=== Dataset records ===

@pytest.mark.parametrize("seed", range(4))
def test_keys_at_random_do_what_a_plain_model_does_and_undo_undoes_them(seed, tmp_path):
    rng = random.Random(seed)
    path = tmp_path / "small.toml"
    path.write_text("# a\nb = 1\n\n[c] # d\n", encoding="utf-8")
    desk = Desk(path).press("escape", "e")
    text, cursor = at(desk)
    for _ in range(150):
        desk.seconds = rng.choice((0.1, 3.0))
        key = rng.choice(["left", "right", "home", "end", "ctrl+home", "ctrl+end", "backspace", "delete", "ctrl+k",
                          "enter", "enter", *'ab= "#[é漢'])
        text, cursor = model(text, cursor, key)
        desk.press("space" if key == " " else key)
        assert at(desk) == (text, cursor), key
        assert page(desk).after.history.text == text
    past = []
    while page(desk).history.past:
        past.append(written(desk))
        desk.press("ctrl+u")
    assert written(desk) == path.read_text(encoding="utf-8")
    while past:
        assert written(desk.press("ctrl+y")) == past.pop()
    desk.press("escape")
    assert desk.text == text
    assert desk.press("u").text == path.read_text(encoding="utf-8")


def test_up_and_down_keep_the_column_over_short_lines():
    desk = Desk(LISTENER).press("e", "ctrl+home", *["right"] * 30, "down", "down", "down")
    assert row(desk) == ("format = 1", 10)
    assert row(desk.press("up"))[1] == 30
    assert row(desk.press("pagedown"))[1] < 30
    assert row(desk.press("pageup"))[1] == 30
    assert at(desk.press(*["pageup"] * 3))[1] == 0 or row(desk)[1] == 30
    assert at(desk.press("ctrl+home", "up"))[1] == 0
    assert at(desk.press("ctrl+end", "down"))[1] == len(written(desk))


def test_lines_that_end_in_two_characters_stay_so(tmp_path):
    path = tmp_path / "crlf.toml"
    before = LISTENER.read_bytes().replace(b"\n", b"\r\n")
    path.write_bytes(before)
    desk = Desk(path).go("Q2.rc").press("e")
    assert "\\r" not in desk.screen()
    desk.press("end")
    assert row(desk) == ('rc          = "2k2"', 19)
    assert row(desk.press("right"))[1] == 0
    assert row(desk.press("left"))[1] == 19
    desk.press("enter").type("# x")
    desk.paste("one\ntwo\r\nthree\rfour")
    assert written(desk).encode() == before.replace(
        b'"2k2"\r\nre          = "47"', b'"2k2"\r\n# xone\r\ntwo\r\nthree\r\nfour\r\nre          = "47"')
    desk.press("ctrl+u", "ctrl+x", "up", "end", "delete", "enter", "home", "backspace", "enter")
    assert written(desk).encode() == before
    for key in ("left", "right", "up", "down", "ctrl+left", "ctrl+right", "pageup", "pagedown", "home", "end"):
        for _ in range(30):
            desk.press(key)
            assert written(desk)[page(desk).cursor - 1 : page(desk).cursor + 1] != "\r\n", key


def test_marks_over_a_letter_go_with_it(tmp_path):
    path = tmp_path / "marks.toml"
    path.write_text("# e\u0301x\n", encoding="utf-8")
    desk = Desk(path).press("escape", "e", "home", "right", "right", "right")
    assert page(desk).cursor == 4
    assert page(desk.press("left")).cursor == 2
    assert written(desk.press("delete")) == "# x\n"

=== Task item ===
Only the lines containing the word "pagedown" should be returned from the data above.

=== Output below ===
    assert row(desk.press("pagedown"))[1] < 30
    for key in ("left", "right", "up", "down", "ctrl+left", "ctrl+right", "pageup", "pagedown", "home", "end"):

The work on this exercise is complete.